The UK may be forced to change its “economic model” if it is locked out of the single market after Brexit, Chancellor Philip Hammond has said.
Mr Hammond said the government would not “lie down” and would “do whatever we have to do” to remain competitive.
He had been asked by a German newspaper if the UK could become a “tax haven” by further lowering corporation tax.
Labour’s Jeremy Corbyn said his comments sounded like “a recipe for some kind of trade war with Europe”.
-Single market or customs union deal?
-What are the Brexit models?
Having so far refused to offer a “running commentary” on her plans, Prime Minister Theresa May is expected to spell out the most detail so far of her Brexit strategy in a speech on Tuesday.
Reports have suggested she will signal pulling out of the EU single market and customs union, although Downing Street described this as “speculation”.
In an interview with German Welt am Sonntag newspaper, Mr Hammond said he was “optimistic” a reciprocal deal on market access could be struck, and that he hoped the UK would “remain in the mainstream of European economic and social thinking”.
“But if we are forced to be something different, then we will have to become something different,” he said.
“If we have no access to the European market, if we are closed off, if Britain were to leave the European Union without an agreement on market access, then we could suffer from economic damage at least in the short-term.
“In this case, we could be forced to change our economic model and we will have to change our model to regain competitiveness. And you can be sure we will do whatever we have to do.
“The British people are not going to lie down and say, too bad, we’ve been wounded. We will change our model, and we will come back, and we will be competitively engaged.”
Asked about Mr Hammond’s comments during an interview on The Andrew Marr Show Mr Corbyn said “He appears to be making a sort of threat to EU community saying ‘well, if you don’t give us exactly what we want, we are going to become this sort of strange entity on shore of Europe where there’ll be very low levels of corporate taxation, and designed to undermine the effectiveness or otherwise of industry across Europe.’
“It seems to me a recipe for some kind of trade war with Europe in the future.
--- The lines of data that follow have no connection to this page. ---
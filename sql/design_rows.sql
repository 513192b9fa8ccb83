-- design_rows: one row per observation of the filtered source, with the model's columns.
-- inputs:  {{source}}  the filtered source (a subquery);
--          {{columns}} the builder's select list: unit AS k_unit, period AS k_period,
--                      cluster columns AS k_c0.., each term minus its shift, times its scale,
--                      AS z0..z{q-1} (the outcome last); a lag is a window framed on the
--                      period range.
-- params:  $s0.. the shifts, $d0.. the scales (powers of two; one each per design column).
-- output:  k_unit, k_period, [k_c0, k_c1], z0 .. z{q-1}.
SELECT {{columns}}
FROM {{source}} AS src
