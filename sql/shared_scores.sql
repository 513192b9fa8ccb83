-- shared_scores: one scan giving the score meats of many models at their coefficients
-- (fit_many): HC1 sums, and per cluster set the sums of s_g s_g'. Rows are read once:
-- per cell (a unit and its cluster values) the raw sums of x, u, x u (and for HC1 the
-- products up to x x u u); unit means come from the cells, and each cell's demeaned score
-- follows exactly: sum (x - xbar)(u - ubar) = Sxu - ubar Sx - xbar Su + n xbar ubar.
-- inputs:  {{rows}}       design or differenced rows over the union of the models' columns and
--                         cluster columns;
--          {{flags}}      per sample s: the row in the sample AS f_s (and columns finite AS m_s);
--          {{residuals}}  per model m: membership AS in_m, score columns AS x_m_i, residual AS u_m
--                         (NULL outside the model's sample);
--          {{cell_keys}}  k_unit and the cluster keys the grouping sets use;
--          {{cell_sums}}  per model: n_m, su_m, sx_m_i, sxu_m_i (and HC1 products) per cell;
--          {{unit_sums}}  per demeaned model: the unit's nn_m, uu_m (its mean residual), xx_m_i (means);
--          {{scores}}     per model: the cell's score g_m_i, its HC1 part h_m_i_l, membership k_m;
--          {{grouping}}   GROUPING(keys) over the keys of the sets (0 when only HC1 is asked);
--          {{sets}}       the GROUPING SETS the models' clusters need (() for HC1);
--          {{group_sums}} per model: sums of g_m_i and h_m_i_l, and its cells with rows AS n_m;
--          {{outer}}      per model: clusters with rows AS ng_m, sums of g_m_i g_m_l and of h_m_i_l.
--          {{materialized}} AS MATERIALIZED (the cells computed once), or AS.
-- params:  $s_j shifts; $b{m}_j coefficients and $one{m} intercepts of each model.
-- output:  one row per grouping set (gid).
WITH flagged AS (SELECT *, {{flags}} FROM ({{rows}}) AS r),
residuals AS (SELECT *, {{residuals}} FROM flagged),
cells {{materialized}} (SELECT {{cell_keys}}, {{cell_sums}} FROM residuals GROUP BY {{cell_keys}}),
units AS (SELECT k_unit AS unit_key{{unit_sums}} FROM cells GROUP BY k_unit),
scores AS (SELECT {{cell_keys}}, {{scores}} FROM cells JOIN units ON cells.k_unit IS NOT DISTINCT FROM units.unit_key),
per_group AS (SELECT {{grouping}} AS gid, {{group_sums}} FROM scores GROUP BY {{sets}})
SELECT gid, {{outer}}
FROM per_group
GROUP BY gid
ORDER BY gid
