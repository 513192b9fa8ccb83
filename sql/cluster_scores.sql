-- cluster_scores: the meat of the sandwich, sum over clusters of s_g s_g' with
-- s_g = sum of x~ u~ over the cluster's rows, given the coefficients.
-- inputs:  {{rows}}      design or differenced rows, already restricted to used rows;
--          {{centered}}  select list making x~ (z_j, or z_j minus the unit mean) AS x_j and
--                        the residual u~ AS u, from rows r joined to unit means m when needed;
--          {{join}}      nothing, or the join to unit means;
--          {{sets_key}}  GROUPING(cluster columns) AS gid, naming the set of each group;
--          {{sets}}      GROUPING SETS over the cluster columns;
--          {{scores}}    sum(x_j * u) AS g_j for each design column;
--          {{outer}}     sum(g_j * g_l) over the groups of each set, and count(*) AS n_groups.
-- params:  $b0.. coefficients; $s0.. shifts.
-- output:  one row per grouping set: gid, n_groups and the meat's upper triangle.
WITH used AS ({{rows}}),
centered AS (SELECT {{centered}} FROM used AS r {{join}}),
per_group AS (SELECT {{sets_key}}, {{scores}} FROM centered GROUP BY {{sets}})
SELECT gid, count(*) AS n_groups, {{outer}}
FROM per_group
GROUP BY gid
ORDER BY gid
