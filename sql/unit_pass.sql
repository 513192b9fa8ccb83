-- unit_pass: one pass over the rows, through per-unit moments, to the sums the solver and
-- the unit-cluster variance need.
-- inputs:  {{units}}     per-unit moments (unit_moments.sql): n, s_j, p_j_l;
--          {{entries}}   the unit's transformed cross-product entries AS w_j_l (j <= l, over
--                        regressors, [constant], outcome) and its raw squares p_j_j AS raw_j;
--          {{residuals}} nothing, or the unit's scores at the pilot coefficients,
--                        w_j_y - sum_l w_j_l * $q_l AS e_j (see moments.py);
--          {{keep}}      which units count (within: n > 1; a single-row unit adds zeros);
--          {{sums}}      sum(w_j_l) AS w_j_l, sum(raw_j) AS r_j and, with residuals, the
--                        products of e and w summed over units; the period bounds t_min, t_max
--                        of the units that count.
-- params:  $s_j shifts (through {{units}}), $q_l pilot coefficients (with residuals).
-- output:  one row.
WITH units AS ({{units}}),
entries AS (SELECT n, {{entries}} FROM units),
scored AS (SELECT *{{residuals}} FROM entries)
SELECT
    count(*) FILTER (WHERE {{keep}}) AS n_units,
    CAST(coalesce(sum(n) FILTER (WHERE {{keep}}), 0) AS BIGINT) AS n_obs,
    count(*) FILTER (WHERE NOT ({{keep}})) AS singletons,
    CAST(coalesce(sum(n) FILTER (WHERE NOT ({{keep}})), 0) AS BIGINT) AS singleton_rows,
    {{sums}}
FROM scored
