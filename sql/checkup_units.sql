-- checkup_units: one scan grouped by unit, reduced at once to a single row of panel structure
-- (balance, gaps, duplicate rows, periods per unit) and within-unit variation per column.
-- inputs:  {{source}}            the filtered source (a subquery);
--          {{unit}}, {{period}}   the key columns (rows missing either are left out);
--          {{slot}}              the period's position on the regular grid (0 = first period);
--          {{distinct_slots}}    distinct periods of a unit: a bitmap count over the grid's slots,
--                                or count(DISTINCT slot) on long grids;
--          {{column_values}}     per numeric column j: CAST(column AS DOUBLE) AS v_j;
--          {{unit_aggregates}}   per numeric column j: regr_sxx(v_j, v_j) AS ss_j, the unit's sum
--                                of squared deviations from its own mean (streaming, offset-safe);
--          {{periods_per_unit}}  distinct periods -> units: histogram(n_periods), or on an engine
--                                without it pairs [n_periods, units] from a subquery over per_unit;
--          {{column_totals}}     per numeric column j: fsum(ss_j) AS within_ss_j and the count of
--                                units with ss_j > 0 AS varying_units_j.
-- params:  $first, $step         the grid (used by {{slot}});
--          $last_slot            the grid's last slot (used by the bitmap);
--          $n_periods            distinct periods in the panel (a unit with all of them is balanced).
-- output:  one row: n_units, n_rows, balanced_units, singleton_units, units_with_gaps,
--          missing_unit_periods, units_with_duplicates, duplicate_rows, periods_per_unit (a map:
--          distinct periods -> units), then the column totals.
WITH keyed AS (
    SELECT {{unit}} AS unit_key, {{slot}} AS slot{{column_values}}
    FROM {{source}} AS src
    WHERE {{unit}} IS NOT NULL AND {{period}} IS NOT NULL
),
per_unit AS (
    SELECT count(*) AS n_rows,
           {{distinct_slots}} AS n_periods,
           min(slot) AS first_slot,
           max(slot) AS last_slot{{unit_aggregates}}
    FROM keyed
    GROUP BY unit_key
)
SELECT count(*) AS n_units,
       coalesce(sum(n_rows), 0) AS n_rows,
       count(*) FILTER (WHERE n_periods = $n_periods) AS balanced_units,
       count(*) FILTER (WHERE n_periods = 1) AS singleton_units,
       count(*) FILTER (WHERE last_slot - first_slot + 1 > n_periods) AS units_with_gaps,
       coalesce(sum(last_slot - first_slot + 1 - n_periods), 0) AS missing_unit_periods,
       count(*) FILTER (WHERE n_rows > n_periods) AS units_with_duplicates,
       coalesce(sum(n_rows - n_periods), 0) AS duplicate_rows,
       {{periods_per_unit}} AS periods_per_unit{{column_totals}}
FROM per_unit
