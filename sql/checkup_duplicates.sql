-- checkup_duplicates: (unit, period) keys held by more than one row; run only when the unit
-- scan found duplicate rows.
-- inputs:  {{source}}             the filtered source (a subquery);
--          {{unit}}, {{period}}    the key columns.
-- params:  $n_examples  how many of the first offending keys (by unit, then period) to return.
-- output:  unit_key, period_key, n_rows, and n_keys (all offending keys) on every row.
WITH repeated AS (
    SELECT {{unit}} AS unit_key, {{period}} AS period_key, count(*) AS n_rows
    FROM {{source}} AS src
    WHERE {{unit}} IS NOT NULL AND {{period}} IS NOT NULL
    GROUP BY unit_key, period_key
    HAVING count(*) > 1
)
SELECT unit_key, period_key, n_rows, count(*) OVER () AS n_keys
FROM repeated
ORDER BY unit_key, period_key
LIMIT $n_examples
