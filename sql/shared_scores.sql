-- shared_scores: one scan giving the score meats of many models at their coefficients
-- (fit_many): HC1 sums over rows, and per cluster set the sums of s_g s_g'.
-- inputs:  {{rows}}      design or differenced rows over the union of the models' columns and
--                        cluster columns;
--          {{flags}}     per sample s: the row in the sample AS f_s;
--          {{centered}}  per demeaned sample s: its rows per unit AS un_s and each column minus its
--                        unit mean over the sample AS c_s_j (window w: PARTITION BY k_unit);
--          {{residuals}} per model m: membership AS in_m, score columns AS x_m_i, residual AS u_m;
--          {{scores}}    per model m: x_m_i * u_m AS g_m_i and, for HC1, u_m^2 x_m_i x_m_l AS h_m_i_l;
--          {{grouping}}  GROUPING(k_unit, k_c0, ...) over the keys;
--          {{sets}}      the GROUPING SETS the models' clusters need (() for HC1);
--          {{group_sums}} per model: sums of g_m_i and h_m_i_l, and count(*) FILTER (in_m) AS n_m;
--          {{outer}}     per model: clusters with rows AS ng_m, sums of g_m_i g_m_l, sums of h_m_i_l.
-- params:  $s_j shifts; $b{m}_j coefficients and $one{m} intercepts of each model.
-- output:  one row per grouping set (gid).
WITH flagged AS (SELECT *, {{flags}} FROM ({{rows}}) AS r),
centered AS (SELECT *{{centered}} FROM flagged WINDOW w AS (PARTITION BY k_unit)),
residuals AS (SELECT *, {{residuals}} FROM centered),
scored AS (SELECT *, {{scores}} FROM residuals),
per_group AS (SELECT {{grouping}} AS gid, {{group_sums}} FROM scored GROUP BY {{sets}})
SELECT gid, {{outer}}
FROM per_group
GROUP BY gid
ORDER BY gid
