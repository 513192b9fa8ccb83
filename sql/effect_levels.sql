-- effect_levels: the distinct levels of one absorbed effect or cluster, numbered in sort order.
-- inputs:  {{rows}} the used rows (design rows of the sample, a subquery);
--          {{keys}} the level's key columns (k_e<i>_<m> or k_c<i>), comma-separated.
-- params:  those of {{rows}}.
-- output:  the key columns, one row per level, in sort order: the i-th row (from 0) is
--          level index i in effect_rows.sql.
SELECT {{keys}}
FROM (SELECT DISTINCT {{keys}} FROM {{rows}} AS r) AS l
ORDER BY {{keys}}
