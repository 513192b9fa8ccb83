-- twoway_pass: one pass for unit and period effects (unbalanced panels exact, by
-- Frisch-Waugh-Lovell with period indicators inside the unit-demeaned model).
-- inputs:  {{used}}     used rows (design columns z_j, k_unit, k_period);
--          {{moments}}  count(*) AS n, sum(z_j) AS s_j, sum(z_j * z_l) AS p_j_l;
--          {{materialized}}  AS MATERIALIZED (the grouped rows computed once), or AS;
--          {{pattern_agg}}   per unit, the periods it is seen in: a bit string over the
--                       periods from the smallest to the largest, or the set of them;
--          {{totals}}   unit_pass.sql over the per-unit rows (FROM unit_rows);
--          {{pattern_text}}  the pattern as a text of 0s and 1s, one per period from the smallest;
--          {{one}}      the DOUBLE one;
--          {{means}}    sum(s_j / n) AS m_j: per presence pattern, the sum of unit means;
--          {{sums}}     s_j AS s_j: per period, the sums of the design columns;
--          {{total_columns}}, {{pattern_columns}}, {{period_columns}}  every output column
--                       in one order, NULL AS the ones a kind of row does not have.
-- params:  $s_j shifts (through {{used}}).
-- output:  one 'total' row (unit_pass), one 'pattern' row per set of periods units are
--          seen in, one 'period' row per period.
WITH used AS ({{used}}),
grouped {{materialized}} (
    SELECT GROUPING(k_unit) AS by_period, k_unit, k_period, {{moments}},
           {{pattern_agg}} AS pattern
    FROM used
    GROUP BY GROUPING SETS ((k_unit), (k_period))
),
unit_rows AS (SELECT * FROM grouped WHERE by_period = 0),
totals AS ({{totals}}),
patterns AS (
    SELECT {{pattern_text}} AS pattern, count(*) AS pattern_units, sum({{one}} / n) AS inv_n, {{means}}
    FROM unit_rows
    GROUP BY pattern
),
periods AS (SELECT k_period AS period, n AS period_n, {{sums}} FROM grouped WHERE by_period = 1)
SELECT 'total' AS kind, {{total_columns}} FROM totals
UNION ALL SELECT 'pattern' AS kind, {{pattern_columns}} FROM patterns
UNION ALL SELECT 'period' AS kind, {{period_columns}} FROM periods
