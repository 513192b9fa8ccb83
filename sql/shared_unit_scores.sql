-- shared_unit_scores: the score meats of many models when every cluster set asked for is the
-- unit or all rows (fit_many: unit clusters and HC1). As shared_scores.sql, usable rows are
-- summed per unit and pattern. A unit with one pattern has its sums in that one cell (read as
-- they are); the cells of units with several are added per unit. Each model's score per unit
-- is sum (x - xbar)(u - ubar) = Sxu - Sx Su / n (plain sum x u without demeaning).
-- inputs:  {{rows}}          design or differenced rows over the union of the models' columns;
--          {{pattern}}       the items why and pat0, pat1, ... of each row (shared_moments.sql), and per
--                            HC1 model its residual ru_m and its square ruu_m;
--          {{pattern_keys}}  why, pat0, pat1, ...;
--          {{raw_sums}}      per unit and pattern: n_all, the union's sums and products, the HC1 row sums;
--          {{cell_sums}}     per model: n_m, su_m, sx_m_i, sxu_m_i (and HC1 sums), NULL off its sample;
--          {{unit_totals}}   per unit: each model's sums added over the unit's patterns;
--          {{unit_means}}    per demeaned model: nn_m, the unit's mean residual uu_m and means xx_m_i;
--          {{scores}}        per model: the unit's score g_m_i, its HC1 part h_m_i_l, membership k_m;
--          {{outer}}         per model: units with rows AS ng_m, sums of g_m_i g_m_l and of h_m_i_l;
--          {{gids}}          VALUES rows: the GROUPING() ids of the sets asked for (shared_scores.sql's).
--          {{materialized}}, {{anti_join}}, {{semi_join}}  the dialect's spellings (AS MATERIALIZED,
--                     ANTI JOIN and SEMI JOIN in DuckDB; AS, LEFT ANTI JOIN, LEFT SEMI JOIN in Spark).
-- params:  $s_j shifts; $b{m}_j coefficients and $one{m} intercepts of each model.
-- output:  one row per set asked for (gid), the same sums on each.
WITH flagged AS (SELECT *, {{pattern}} FROM ({{rows}}) AS r),
raw {{materialized}} (SELECT k_unit, {{pattern_keys}}, {{raw_sums}} FROM flagged WHERE why = 0 GROUP BY k_unit, {{pattern_keys}}),
multi {{materialized}} (SELECT k_unit FROM raw GROUP BY k_unit HAVING count(*) > 1),
cells {{materialized}} (SELECT k_unit, {{cell_sums}} FROM raw),
summed AS (SELECT k_unit, {{unit_totals}} FROM (SELECT c.* FROM cells AS c {{semi_join}} multi AS m ON c.k_unit IS NOT DISTINCT FROM m.k_unit)
           GROUP BY k_unit
           UNION ALL SELECT c.* FROM cells AS c {{anti_join}} multi AS m ON c.k_unit IS NOT DISTINCT FROM m.k_unit),
units AS (SELECT *{{unit_means}} FROM summed),
scores AS (SELECT {{scores}} FROM units),
totals AS (SELECT {{outer}} FROM scores)
SELECT sets.gid, totals.* FROM totals, (VALUES {{gids}}) AS sets (gid)
ORDER BY sets.gid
That really isn’t a very sensible way forward.”
Mr Corbyn also said Mrs May “appears to be heading us in the direction of a sort of bargain basement economy”, adding: “It seems to me an extremely risky strategy.”
According to Philip Hammond, Britain might be “forced” to change its economic model. To what? For some, the true advantage of leaving the EU would be to tear up the ‘rules’ and make Britain more like Singapore.
Singapore abides by World Trade Organisation and ASEAN (the Association of Southeast Asian Nations) trade rules, but it’s famed for its light touch regulation – especially when it comes to financial services – which some Brexiteers feel is the opposite of EU “meddling”.
But turning a large G7 economy with a robust social model into a city state might be difficult. It might involve the government handpicking which industries it thinks will be successes and rapidly neglecting existing sectors.
Millions of people would need to get brand new qualifications while those with undesirable skills would become surplus to requirements. Massive infrastructure projects might be rushed through with minimal consultation.
For a country with Britain’s past and present, is that a possible future?
Scottish First Minister Nicola Sturgeon said it appeared Brexit would mean a “low-tax, deregulated race to the bottom”, with workers’ rights and environmental protections threatened.
She wrote on Twitter: “If that is the case, it raises a more fundamental question – not just are we in/out EU, but what kind of country do we want to be?”
In her speech on Tuesday, the prime minister is expected to call on the country to “put an end to the division” created by the EU referendum result. She will urge the UK to leave behind words such as “Leaver and Remainer and all the accompanying insults and unite to make a success of Brexit and build a truly global Britain”.
Several of Sunday’s newspapers claim Mrs May will outline a “hard Brexit” approach, a term used to imply prioritising migration controls over single market access.
Northern Ireland Secretary James Brokenshire said he did not think it was a “binary choice” between trade and migration, but added that the “very stark message” from the EU referendum was that “free movement as it exists today cannot continue in to the future”.
Speaking on the BBC’s Sunday Politics, Liberal Democrat leader Tim Farron said a “hard Brexit” had not been on the ballot paper in June’s referendum and accused the PM of adopting “the Nigel Farage vision” of Brexit. Mr Farage, the former UKIP leader, told Sky News he had “yet to be convinced” by the PM’s approach.